The Financial Conduct Authority alleged that so-called "land-banking" operations conducted by Asset Land companies and associated persons were unauthorised collective investment schemes (CISs) contrary to FSMA, and that invitations/inducements had been made in breach of s 21 and the general prohibition in s 19. The High Court (Andrew Smith J) found that arrangements relating to plots at six sites (South Godstone, Liphook, Newbury, Stansted, Lutterworth and Harrogate) enabled investors to participate in profits from acquisition and disposal of the property, that investors lacked day-to-day control, and that the property was managed as a whole by or on behalf of the operators; he made declarations, injunctions, and ordered substantial interim payments under s 382.

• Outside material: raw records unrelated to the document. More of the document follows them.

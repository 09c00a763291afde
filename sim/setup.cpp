#include "sim/setup.hpp"

#include <algorithm>

namespace tocsin {

StaffModel staff_model(const SimulationSetup& setup, std::uint32_t unit_count) {
    StaffModel m;
    m.roles = setup.roles;
    m.escalation = setup.escalation;
    m.unit_count = std::max<std::uint32_t>(1, unit_count);
    return m;
}

Rule channel_rule(const Plan& plan) {
    if (plan.channel != Channel::ranked_review) return plan.rule;
    Rule rule = plan.rule;
    rule.snooze = plan.review.skip_reviewed;
    return rule;
}

}  // namespace tocsin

The appellants (ALI-UK and Mr Banner-Eve) challenged the judge's legal conclusions on the meaning of a CIS under s 235, arguing that (i) there were no objectively identifiable "arrangements" because understandings were unilateral or mere sales talk; (ii) the purpose/effect requirement in s 235(1) was not met because investors received freehold plots and Asset Land lacked power to sell them en bloc; (iii) investors had day-to-day control; (iv) the property was not managed as a whole by the operators; and (v) contractual "representations" and "services" clauses negatived the FCA's case. They also challenged the interim payment order.

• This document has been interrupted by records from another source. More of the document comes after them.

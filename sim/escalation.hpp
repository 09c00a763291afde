#pragma once
// Escalation: a directed graph of roles. A task not taken up within the
// timeout on its role's outgoing edge moves to the role at the other end.
// Each role has at most one outgoing edge (a task must know where to go), the
// graph is acyclic, and every path ends in a role that is staffed on at least
// one shift; a graph breaking any of these is rejected at load, naming the edges.
#include <boost/graph/adjacency_list.hpp>
#include <cstdint>
#include <optional>
#include <span>
#include <string>
#include <vector>

#include "models/time.hpp"

namespace tocsin {

// As declared in a scenario, by role name.
struct EscalationEdge {
    std::string from_role;
    std::string to_role;
    double timeout_minutes = 0.0;  // time allowed at from_role before the task moves on
};

struct EscalationStep {
    std::uint32_t to_role = 0;
    Seconds timeout_seconds = 0;
};

class EscalationGraph {
public:
    struct RoleVertex {
        std::string name;
    };
    struct TimeoutEdge {
        Seconds timeout_seconds = 0;
        double timeout_minutes = 0.0;
        std::size_t declared_index = 0;  // position in the declared edge list
    };
    using Graph = boost::adjacency_list<boost::vecS, boost::vecS, boost::bidirectionalS, RoleVertex, TimeoutEdge>;

    EscalationGraph() = default;
    // Roles only, no edges: tasks wait where they were created.
    explicit EscalationGraph(std::vector<std::string> role_names);

    const Graph& graph() const { return graph_; }
    std::size_t role_count() const { return next_.size(); }
    const std::string& role_name(std::uint32_t role) const { return graph_[role].name; }
    // Where a task waiting at `role` goes, and after how long; nothing at the end of a path.
    const std::optional<EscalationStep>& next(std::uint32_t role) const { return next_[role]; }

private:
    friend EscalationGraph build_escalation_graph(std::span<const std::string>, std::span<const EscalationEdge>,
                                                  const std::vector<bool>&);
    Graph graph_;
    std::vector<std::optional<EscalationStep>> next_;  // cached from graph_ for the event loop
};

// One thing wrong with a declared graph; `edges` index the input edge list so a
// loader can point at the lines that declared them.
struct EscalationProblem {
    std::vector<std::size_t> edges;
    std::string message;
};

// Every problem found (empty = valid): unknown role, timeout not > 0, duplicate
// edge, a role with more than one outgoing edge, a cycle (each named by its
// edges, e.g. "ward nurse -> charge nurse -> ward nurse"), and a path whose last
// role has nobody on any shift so a task reaching it could never be taken up.
// `role_ever_staffed` may be empty (then that last check is skipped).
std::vector<EscalationProblem> escalation_problems(std::span<const std::string> role_names,
                                                   std::span<const EscalationEdge> edges,
                                                   const std::vector<bool>& role_ever_staffed = {});

// Builds the graph or throws InputError (field "escalation") listing every problem.
EscalationGraph build_escalation_graph(std::span<const std::string> role_names, std::span<const EscalationEdge> edges,
                                       const std::vector<bool>& role_ever_staffed = {});

// The path a task created at `first_role` follows when nobody takes it up.
struct EscalationPath {
    std::vector<std::uint32_t> roles;          // first_role first
    std::vector<Seconds> timeout_seconds;      // one per edge (roles.size() - 1)
    // Longest time from creation until the task reaches the last role: the sum
    // of the timeouts (reached only if nobody on the way takes it up).
    Seconds worst_case_seconds_to_last_role() const;
};

EscalationPath escalation_path(const EscalationGraph& graph, std::uint32_t first_role);
// "ward nurse -(15 min)-> charge nurse -(10 min)-> rapid-response nurse; worst case 25 min to reach rapid-response nurse"
std::string describe(const EscalationGraph& graph, const EscalationPath& path);

}  // namespace tocsin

The Court of Appeal dismissed the appeal. It held that the word "arrangements" is broad and may include non‑binding understandings objectively grounded in representations by the operator; it is unnecessary that all participants share identical subjective intentions. The "purpose" limb of s 235(1) was satisfied because the schemes envisaged realisation of enhanced value (including unrealised planning gains) through eventual sale, and "profits" may include notional or unrealised economic benefits. On s 235(2) the court endorsed an objective inquiry into how the scheme was designed to operate in practice: investors did not in reality have day‑to‑day control. On s 235(3)(b) the arrangements showed management as a whole by or on behalf of the operator. The court also accepted that contractual clauses signed after payment did not necessarily negate pre-existing arrangements presented and relied upon by investors. Finally, the judge had not erred in making interim payments; procedural irregularities were considered and did not render the exercise of discretion improper.

Held

Appeal dismissed. The court held that section 235 of FSMA admits a wide, objective concept of "arrangements" (including reasonable investor understandings based on operators' representations), that the arrangements had the purpose or effect of enabling investors to participate in profits from acquisition and disposal (including unrealised planning gains), that investors did not have day-to-day control for the purposes of s 235(2), that the property was managed as a whole under s 235(3)(b), and that the judge had acted within his discretion in ordering interim payments under s 382.

Appellate history

Appeal from the High Court, Chancery Division (Andrew Smith J), [2013] EWHC 178 (Ch). Permission to appeal was granted on paper by Lewison LJ on 3 May 2013 in respect of specified grounds (grounds 2-6 and 8-10). The Court of Appeal ([2014] EWCA Civ 435) dismissed the appeal on 10 April 2014.

Cited cases

Legislation cited

  • Civil Procedure Rules: Rule 31.16
  • Financial Services and Markets Act 2000: Section 19
  • Financial Services and Markets Act 2000: Section 21
  • Financial Services and Markets Act 2000: Section 22
  • Financial Services and Markets Act 2000: Section 235
  • Financial Services and Markets Act 2000: Section 382
  • Financial Services and Markets Act 2000 (Regulated Activities) Order 2001: Article 6(1)(a)-(d)
  • Misrepresentation Act 1967: Section 3
  • Senior Courts Act 1981: Section 32
  • Unfair Contract Terms Act 1977: Section 11(1)
  • Unfair Terms in Consumer Contracts Regulations 1999: Regulation Not stated in the judgment.